What you have to do: Wherever the word "async" occurs in the lines below, copy the whole line.

─── Data for processing ───

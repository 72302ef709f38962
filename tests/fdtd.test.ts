import { describe, expect, it } from 'vitest';
import {
  CpmlLine,
  ModeLine,
  TmzGrid2D,
  createMeasurementMode,
  planMeasurementPieces,
  DEFAULT_COURANT,
  HushInputError,
  MeasurementCancelled,
  cpmlCoefficients,
  createMeasurement1D,
  measureReflection1D,
  measureReflection2D,
  resolveDesign,
} from '../src/physics';

describe('1-D CPML line', () => {
  it('at S = 1 moves a pulse one cell per step unchanged (Schneider, Understanding the FDTD Method, the "magic time step")', () => {
    const line = new CpmlLine({ cells: 400, courantMedium: 1 });
    const wf = new Float64Array(200);
    for (let n = 0; n < wf.length; n++) wf[n] = Math.exp(-(((n - 60) / 12) ** 2));
    const a = new Float64Array(300);
    const e = line.e;
    // record two probes 40 cells apart by stepping manually
    const b = new Float64Array(300);
    for (let n = 0; n < 300; n++) {
      line.step();
      if (n < wf.length) e[100] += wf[n];
      a[n] = e[120];
      b[n] = e[160];
    }
    for (let n = 0; n + 40 < 300; n++) expect(b[n + 40]).toBeCloseTo(a[n], 12);
  });
  it('keeps the perfect conductor at depth N at zero (physics.md §3 node convention)', () => {
    const c = cpmlCoefficients(resolveDesign({ layers: 6, order: 3, kappaMax: 2, alphaMaxNorm: 0.1 }), DEFAULT_COURANT);
    const line = new CpmlLine({ cells: 50, courantMedium: DEFAULT_COURANT, right: c, left: c });
    const wf = new Float64Array(80).map((_, n) => Math.exp(-(((n - 30) / 8) ** 2)));
    line.advance(300, 0, wf, 25, new Float64Array(300), 30);
    expect(line.e[0]).toBe(0);
    expect(line.e[line.last]).toBe(0);
    expect(line.rightInterface).toBe(6 + 50);
  });
  it('rejects a line of 0 cells with a typed error', () => {
    expect(() => new CpmlLine({ cells: 0, courantMedium: 0.5 })).toThrow(HushInputError);
  });
});

describe('2-D TMz grid', () => {
  it('with a y-uniform source reproduces the 1-D line exactly (derived: ∂/∂y = 0 reduces TMz to the 1-D pair)', () => {
    const c = cpmlCoefficients(resolveDesign({ layers: 8, order: 3, kappaMax: 3, alphaMaxNorm: 0.1 }), DEFAULT_COURANT);
    const line = new CpmlLine({ cells: 60, courantMedium: DEFAULT_COURANT, right: c, left: c });
    const grid = new TmzGrid2D({ cells: 60, transverseCells: 4, courantMedium: DEFAULT_COURANT, right: c, left: c });
    const wf = new Float64Array(120).map((_, n) => Math.exp(-(((n - 40) / 10) ** 2)) * Math.sin(0.3 * (n - 40)));
    const r1 = new Float64Array(400);
    const r2 = new Float64Array(400);
    line.advance(400, 0, wf, 30, r1, 50);
    grid.advance(400, 0, wf, 30, new Float64Array(4).fill(1), r2, 50, new Float64Array(4).fill(0.25));
    for (let n = 0; n < 400; n++) expect(r2[n]).toBeCloseTo(r1[n], 13);
  });
  it('rejects a Courant number above the 2-D limit 1/√2 (Taflove & Hagness, 3rd ed., ch. 4)', () => {
    expect(() => new TmzGrid2D({ cells: 10, transverseCells: 4, courantMedium: 0.8 })).toThrow(HushInputError);
  });
});

describe('reflection measurement: progress, cancellation and inputs', () => {
  const design = { layers: 4, order: 3 };
  it('reports increasing progress fractions ending at 1 (common practice for long-running work)', async () => {
    const seen: number[] = [];
    await measureReflection1D(design, { ppwLow: 6, ppwHigh: 14 }, { onProgress: (f) => seen.push(f), chunkCellUpdates: 20_000 });
    expect(seen.length).toBeGreaterThan(3);
    for (let i = 1; i < seen.length; i++) expect(seen[i]).toBeGreaterThan(seen[i - 1]);
    expect(seen[seen.length - 1]).toBe(1);
    expect(seen[0]).toBeGreaterThan(0);
  });
  it('throws MeasurementCancelled once the signal is aborted', async () => {
    const signal = { aborted: false };
    let calls = 0;
    const p = measureReflection2D(
      design,
      { angleDeg: 20, ppwLow: 8, ppwHigh: 13.5 },
      {
        signal,
        chunkCellUpdates: 100_000,
        onProgress: () => {
          calls++;
          if (calls === 2) signal.aborted = true;
        },
      },
    );
    await expect(p).rejects.toBeInstanceOf(MeasurementCancelled);
    expect(calls).toBe(2);
  });
  it('a prepared run refuses to give a result before it is complete', () => {
    const run = createMeasurement1D(design, { ppwLow: 6, ppwHigh: 14 });
    run.advance(10);
    expect(run.stepsDone).toBe(10);
    expect(() => run.result()).toThrow(/not complete/);
  });
  it('rejects N < 1, a band below the resolvable ppw, angles ≥ 90°, NaN and too-wide bands with HushInputError', async () => {
    await expect(measureReflection1D({ layers: 0, order: 3 }, { ppwLow: 6, ppwHigh: 14 })).rejects.toBeInstanceOf(HushInputError);
    // 1-D, S_m = 0.99/√3: the grid carries no wave below π·S_m/asin(S_m) ≈ 2.96 cells per wavelength (dispersion.ts)
    await expect(measureReflection1D(design, { ppwLow: 2.5, ppwHigh: 14 })).rejects.toBeInstanceOf(HushInputError);
    await expect(measureReflection2D(design, { angleDeg: 90, ppwLow: 8, ppwHigh: 12 })).rejects.toBeInstanceOf(HushInputError);
    await expect(measureReflection2D(design, { angleDeg: NaN, ppwLow: 8, ppwHigh: 12 })).rejects.toBeInstanceOf(HushInputError);
    await expect(measureReflection1D(design, { ppwLow: NaN, ppwHigh: 12 })).rejects.toBeInstanceOf(HushInputError);
    await expect(measureReflection1D(design, { ppwLow: 12, ppwHigh: 8 })).rejects.toBeInstanceOf(HushInputError);
    // a band of ratio 5 reaches too close to zero frequency for a clean Gaussian (pulse.ts)
    await expect(measureReflection1D(design, { ppwLow: 6, ppwHigh: 30 })).rejects.toThrow(/too wide/);
    // at 45° the grazing cut-off sits at ≈ 0.7 of the band centre: 9–14 cells per wavelength cannot be covered cleanly
    await expect(measureReflection2D(design, { angleDeg: 45, ppwLow: 9, ppwHigh: 14 })).rejects.toThrow(/grazing/);
  });
});

describe('one-mode chain (the exact reduction of the periodic 2-D grid, mode-line.ts)', () => {
  /** The 2-D grid with source profile cos(k_t·j) and the chain with K = 2 sin(k_t/2), recorded at the same column; largest difference relative to the largest value. */
  function compare(kt: number, ny: number, design: Parameters<typeof resolveDesign>[0], omega: number, width = 15): number {
    const c = cpmlCoefficients(resolveDesign(design), DEFAULT_COURANT);
    const grid = new TmzGrid2D({ cells: 40, transverseCells: ny, courantMedium: DEFAULT_COURANT, right: c, left: c });
    const chain = new ModeLine({ cells: 40, courantMedium: DEFAULT_COURANT, transverse: 2 * Math.sin(kt / 2), right: c, left: c });
    const delay = 4 * width;
    const wf = new Float64Array(2 * delay + 1).map((_, n) => Math.exp(-(((n - delay) / width) ** 2)) * Math.sin(omega * (n - delay)));
    const profile = new Float64Array(ny).map((_, j) => Math.cos(kt * j));
    const norm = profile.reduce((s, v) => s + v * v, 0);
    const weights = profile.map((v) => v / norm);
    const steps = 1500;
    const r2 = new Float64Array(steps);
    const r1 = new Float64Array(steps);
    grid.advance(steps, 0, wf, c.layers + 15, profile, r2, c.layers + 30, weights);
    chain.advance(steps, 0, wf, c.layers + 15, r1, c.layers + 30);
    let peak = 0;
    let diff = 0;
    for (let n = 0; n < steps; n++) {
      peak = Math.max(peak, Math.abs(r2[n]));
      diff = Math.max(diff, Math.abs(r2[n] - r1[n]));
    }
    return diff / peak;
  }
  const design = { layers: 8, order: 3, kappaMax: 3, alphaMaxNorm: 0.1, sampling: 'average' as const };
  it('gives the 2-D grid\'s field to rounding for a propagating mode (derived in mode-line.ts; measured: ≈ 1e-15 relative)', () => {
    expect(compare((2 * Math.PI) / 16, 16, design, 0.35)).toBeLessThan(1e-12);
  });
  it('… and for a mode evanescent along x at the pulse\'s frequencies (k_t = 2π/16, ωΔt = 0.1 below the grazing cut-off 0.22: decay ≈ 2.9 cells)', () => {
    // The grid's profile cos(k_t·j) is itself rounded (1e-16 of other, propagating modes), which the
    // field's decay over the 15 cells to the probe amplifies (e^{15/2.9} ≈ 180): hence 1e-12, not 1e-15.
    expect(compare((2 * Math.PI) / 16, 16, design, 0.1, 50)).toBeLessThan(1e-12);
  });
  it('is the 1-D line itself when K = 0 (derived: the transverse field stays zero)', () => {
    const c = cpmlCoefficients(resolveDesign({ layers: 6, order: 2 }), 0.5);
    const line = new CpmlLine({ cells: 30, courantMedium: 0.5, right: c });
    const chain = new ModeLine({ cells: 30, courantMedium: 0.5, transverse: 0, right: c });
    const wf = new Float64Array(60).map((_, n) => Math.exp(-(((n - 25) / 6) ** 2)));
    const a = new Float64Array(300);
    const b = new Float64Array(300);
    line.advance(300, 0, wf, 5, a, 12);
    chain.advance(300, 0, wf, 5, b, 12);
    expect(Array.from(b)).toEqual(Array.from(a));
  });
  it('rejects a transverse factor beyond a 2-D grid\'s and a Courant number above 1/√2', () => {
    expect(() => new ModeLine({ cells: 10, courantMedium: 0.5, transverse: 2.5 })).toThrow(HushInputError);
    expect(() => new ModeLine({ cells: 10, courantMedium: 0.8, transverse: 1 })).toThrow(HushInputError);
  });
});

describe('band pieces and one-mode measurements: inputs', () => {
  it('split a band near grazing into pieces that each stay clear of the cut-off, and widen a narrow band in the pulse', () => {
    const wide = planMeasurementPieces({ ppwMin: 115, ppwMax: 136, angleDeg: 60 });
    expect(wide.length).toBe(2);
    const narrow = planMeasurementPieces({ ppwMin: 61.8, ppwMax: 62.2, angleDeg: 70, courant: 0.7 });
    expect(narrow.length).toBe(1);
    expect(narrow[0].ppwLow).toBeLessThan(61.8);
    expect(narrow[0].ppwHigh).toBeGreaterThan(62.2);
    for (const p of [...wide, ...narrow]) for (const f of p.frequencies) expect(f >= p.ppwLow && f <= p.ppwHigh).toBe(true);
  });
  it('refuse a band that straddles the grazing cut-off, an angle with a decay length, and a decay no 2-D grid carries', () => {
    const d = { layers: 4, order: 3 };
    // k_t from a 4-cell decay at the centre of 10–40 cells per wavelength: the short end propagates.
    expect(() => createMeasurementMode(d, { ppwLow: 4, ppwHigh: 40, decayCells: 1 })).toThrow(HushInputError);
    expect(() => createMeasurementMode(d, { ppwLow: 10, ppwHigh: 12, decayCells: 3, angleDeg: 20 })).toThrow(/exactly one of angleDeg, decayCells and transverseWavenumber/);
    expect(() => createMeasurementMode(d, { ppwLow: 10, ppwHigh: 12, decayCells: 0.2 })).toThrow(/beyond a 2-D grid/);
    expect(() => planMeasurementPieces({ ppwMin: 20, ppwMax: 30, angleDeg: 20, decayCells: 3 })).toThrow(/an angle or a decay length, not both/);
  });
});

───

Exercise output:
  it('reports increasing progress fractions ending at 1 (common practice for long-running work)', async () => {
  it('throws MeasurementCancelled once the signal is aborted', async () => {
  it('rejects N < 1, a band below the resolvable ppw, angles ≥ 90°, NaN and too-wide bands with HushInputError', async () => {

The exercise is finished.